Your comment doesn’t make as strong of a point as you think it does; it might ma...

Your comment doesn’t make as strong of a point as you think it does; it might make the opposite point.

Because, yes, first, it was a model issue, and then more advanced models started appearing and prompting them correctly became more important. Then models learned through RLHF to deal with vague prompting better, and context management became more important. Then models became better (though not great) at inherent context recollection and attention distribution, so now, you need to be careful what instructions a model receives and at what points because it’s literally better at following them. It’s not so much that the goalposts are being moved, it’s that they’re literally being, like, *cleared*.

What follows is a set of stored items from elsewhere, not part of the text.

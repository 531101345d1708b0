// SPDX-License-Identifier: GPL-3.0-or-later
#include "core/base/Rounding.h"
#include "core/certificate/Certificate.h"
#include "core/certificate/FunctionSection.h"
#include "core/certificate/ResultSection.h"
#include "core/certificate/ShortText.h"
#include "core/record/Fields.h"

#include <algorithm>
#include <cmath>

namespace spanwright {

namespace {

DraftState stateOf(const std::vector<ChecklistItem>& gaps) {
    if (blocked(gaps))
        return DraftState::Incomplete;
    const bool unsigned_ = std::any_of(gaps.begin(), gaps.end(), [](const ChecklistItem& item) {
        return item.gap == Gap::NotPerformed || item.gap == Gap::NotChecked || item.gap == Gap::NotAuthorised;
    });
    return unsigned_ ? DraftState::Draft : DraftState::SignedOff;
}

Digits typed(const DecimalColumn& column, std::size_t row) {
    const auto value = column.at(row);
    return value ? value->text() : Digits{};
}

std::vector<ExcludedLine> excludedLines(const Record& record) {
    std::vector<ExcludedLine> lines;
    const ReadingColumns& readings = *record.readings;
    for (const Exclusion& exclusion : record.exclusions->all()) {
        const std::size_t row = readings.indexOf(exclusion.id);
        if (row == readings.size())
            continue;
        lines.push_back({row + 1, readings.phases()[row], readings.runs()[row], readings.directions()[row],
                         typed(readings.setPoint(), row), typed(readings.reference(), row), typed(readings.indication(), row),
                         exclusion.reason, exclusion.words, exclusion.by});
    }
    return lines;
}

std::string standardsWith(const Record& record, CorrectionUse use) {
    std::string ids;
    for (const Standard& standard : record.standards)
        if (standard.correctionUse == use)
            ids += (ids.empty() ? "" : ", ") + standard.id;
    return ids;
}

/// Set point at which rising and falling errors left have opposite signs and are furthest apart, by more than U.
std::optional<double> hysteresisLeft(const PhaseEvaluation* left) {
    if (left == nullptr)
        return std::nullopt;
    const auto& points = left->verdict.points;
    std::optional<double> place;
    double widest = 0;
    for (std::size_t i = 0; i + 1 < points.size(); ++i) {
        const PointResult &a = points[i], &b = points[i + 1];
        const double gap = std::fabs(a.error - b.error);
        if (a.setPoint == b.setPoint && a.error * b.error < 0 && gap > std::max({a.expanded, b.expanded, widest})) {
            place = a.setPoint;
            widest = gap;
        }
    }
    return place;
}

bool exceedsLimit(const PhaseEvaluation& phase, double limit) {
    return static_cast<double>(phase.excluded) > limit * static_cast<double>(phase.complete);
}

/// Set points at which every reading is excluded.
std::vector<double> emptiedSetPoints(const PhaseEvaluation& phase) {
    std::vector<double> setPoints;
    for (const Finding& finding : phase.findings)
        if (finding.code == FindingCode::SetPointExcluded)
            for (const Figure& figure : finding.figures)
                if (figure.name == "set_point")
                    setPoints.push_back(figure.value);
    return setPoints;
}

std::vector<StatementLine> noticesOf(const Record& record, const Evaluation& evaluation) {
    std::vector<StatementLine> notices;
    if (!record.job.replaces.empty())
        notices.push_back({Statement::Replaces, {{"number", record.job.replaces}, {"reason", record.job.replacesReason}}});
    const PhaseEvaluation* found = evaluation.phase(Phase::AsFound);
    if (found != nullptr && found->verdict.overall) {
        const auto& points = found->verdict.points;
        const bool outside = std::any_of(points.begin(), points.end(), [](const PointResult& point) {
            return point.limit && std::fabs(point.error) > *point.limit;
        });
        if (outside)
            notices.push_back({Statement::AsFoundOutsideLimits, {}});
        else if (*found->verdict.overall != ConformityState::Pass)
            notices.push_back({Statement::AsFoundNotAccepted, {}});
    }
    if (record.job.adjusted && found == nullptr)
        notices.push_back({Statement::NoAsFound, {{"reason", record.job.noAsFoundReason}}});
    const double limit = record.choices.exclusionLimit.toDouble();
    for (const Phase which : bothPhases)
        if (const PhaseEvaluation* phase = evaluation.phase(which); phase != nullptr && exceedsLimit(*phase, limit))
            notices.push_back({Statement::ManyExcluded, {{"phase", std::string(nameOf(which))}, {"count", std::to_string(phase->excluded)},
                                                         {"of", std::to_string(phase->complete)}, {"limit", shortText(std::stod(roundedText(100 * limit, 2)))}}});
    for (const Phase which : bothPhases)
        if (const PhaseEvaluation* phase = evaluation.phase(which))
            for (const double setPoint : emptiedSetPoints(*phase))
                notices.push_back({Statement::SetPointExcluded, {{"phase", std::string(nameOf(which))}, {"set_point", shortText(setPoint)},
                                                                 {"unit", record.item.reference.unit}}});
    if (const auto setPoint = hysteresisLeft(evaluation.phase(Phase::AsLeft)))
        notices.push_back({Statement::HysteresisLeft, {{"set_point", shortText(*setPoint)}, {"unit", record.item.reference.unit}}});
    for (const Evaluation::OverdueStandard& late : evaluation.overdue) {
        const Standard& standard = record.standards[late.index];
        notices.push_back({Statement::OverdueStandard,
                           {{"standard", standard.id},
                            {"days", std::to_string(late.days)},
                            {"reason", standard.overdueReason},
                            {"by", standard.overdueBy}}});
    }
    return notices;
}

void uncertaintyStatements(const Record& record, const Certificate& certificate, std::vector<StatementLine>& lines) {
    lines.push_back({Statement::ExpandedUncertainty, {{"coverage", certificate.coveragePercent}}});
    const auto& phases = certificate.phases;
    if (std::any_of(phases.begin(), phases.end(), [](const PhaseSection& phase) { return phase.rectangular; }))
        lines.push_back({Statement::Rectangular, {}});
    bool hysteresis = false, both = false;
    for (const PhaseSection& phase : phases) {
        const Fact named{"phase", std::string(nameOf(phase.phase))};
        if (!phase.budget)
            continue;
        bool repeatability = false, otherPhase = false, resolution = false;
        for (const BudgetRow& row : phase.budget->rows) {
            hysteresis = hysteresis || row.derived == DerivedLine::Hysteresis;
            repeatability = repeatability || row.derived == DerivedLine::Repeatability;
            otherPhase = otherPhase || row.fromOtherPhase;
            resolution = resolution || row.derived == DerivedLine::IndicationResolution;
        }
        both = both || (resolution && repeatability);
        if (otherPhase)
            lines.push_back({Statement::RepeatabilityFromOtherPhase, {named}});
        if (!repeatability)
            lines.push_back({Statement::RepeatabilityMissing, {named}});
    }
    if (both)
        lines.push_back({Statement::ResolutionAndRepeatability, {}});
    if (record.choices.separateDirections)
        lines.push_back({Statement::HysteresisSeparate, {}});
    else if (hysteresis)
        lines.push_back({Statement::HysteresisInUncertainty, {}});
    for (const OmittedLine& omitted : record.budget.omitted)
        lines.push_back({Statement::LineOmitted, {{"line", std::string(nameOf(omitted.line))}, {"reason", omitted.reason}}});
    lines.push_back({Statement::DriftNotIncluded, {}});
}

std::vector<StatementLine> statementsOf(const Record& record, const Certificate& certificate) {
    std::vector<StatementLine> lines;
    const auto& phases = certificate.phases;
    if (std::any_of(phases.begin(), phases.end(), [](const PhaseSection& phase) { return phase.errorKnown; }))
        lines.push_back({Statement::ErrorSign, {}});
    uncertaintyStatements(record, certificate, lines);
    const std::pair<CorrectionUse, Statement> uses[] = {{CorrectionUse::Apply, Statement::CorrectionsApplied},
                                                        {CorrectionUse::AlreadyApplied, Statement::CorrectionsAlreadyApplied},
                                                        {CorrectionUse::None, Statement::CorrectionsNone}};
    for (const auto& [use, statement] : uses)
        if (const std::string ids = standardsWith(record, use); !ids.empty())
            lines.push_back({statement, {{"standards", ids}}});
    lines.push_back({Statement::NoSampling, {}});
    lines.push_back({Statement::OnlyThisItem, {}});
    lines.push_back({Statement::NotReproducedInPart, {}});
    if (record.job.recalibrationAgreed && !record.job.recalibrationDate.empty())
        lines.push_back({Statement::Recalibration, {{"date", record.job.recalibrationDate}}});
    return lines;
}

} // namespace

Certificate buildCertificate(const Record& record, const Evaluation& evaluation, const CertificateContext& context) {
    Certificate certificate;
    certificate.gaps = checklist(record, evaluation);
    certificate.state = stateOf(certificate.gaps);
    certificate.job = record.job;
    certificate.item = record.item;
    certificate.standards = record.standards;
    certificate.conditions = record.conditions;
    certificate.limits = record.limits;
    certificate.signOffs = record.signOffs;
    certificate.calibrated = evaluation.calibrated;
    certificate.coveragePercent = roundedText(100 * record.budget.coverage.toDouble(), std::max(0, record.budget.coverage.decimals - 2));
    for (const Phase which : bothPhases)
        if (const PhaseEvaluation* phase = evaluation.phase(which); phase != nullptr && !phase->verdict.points.empty())
            certificate.phases.push_back(phaseSection(record, *phase));
    if (const PhaseEvaluation* phase = evaluation.phase(record.choices.phase))
        if (phase->fit && phase->fit->method != Method::Robust)
            certificate.function = functionSection(record, *phase);
    certificate.excluded = excludedLines(record);
    certificate.notices = noticesOf(record, evaluation);
    certificate.statements = statementsOf(record, certificate);
    certificate.program = context.program;
    certificate.drawnUpOn = context.drawnUpOn;
    certificate.digest = context.digest;
    return certificate;
}

} // namespace spanwright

This isn’t a tech that’s already fully explored and we just need to make it good now, it’s effectively an entirely new field of computing. When ChatGPT came out years ago no one would have DREAMT of an LLM ever autonomously using CLI tools to write entire projects worth of code off of a single text prompt. We’d only just figured out how to turn them into proper chatbots. The point is that we have no idea where the ceiling is right now, so demanding well-defined goalposts is like saying we need to have a full geological map of Mars before we can set foot on it, when part of the point of going to Mars is to find out about that.

As a side point, the agent is the harness; or, rather, an agent is a model called on a loop, and the harness is where that loop lives (and where it can be influenced/stopped). So what I can say about most - not all, but most, including you, seemingly - AI skeptics is that they tend to not actually be particularly up-to-date and/or engaged with how these systems actually work and how capable they actually are at this point. Which is not supposed to be a dig or shade, because I’m pretty sure we’ve never had any tech move this fast before. But the general public is so woefully underinformed about this. I’ve recently had someone tell me in awe about how ChatGPT was able to read their handwritten note and solve a few math equations.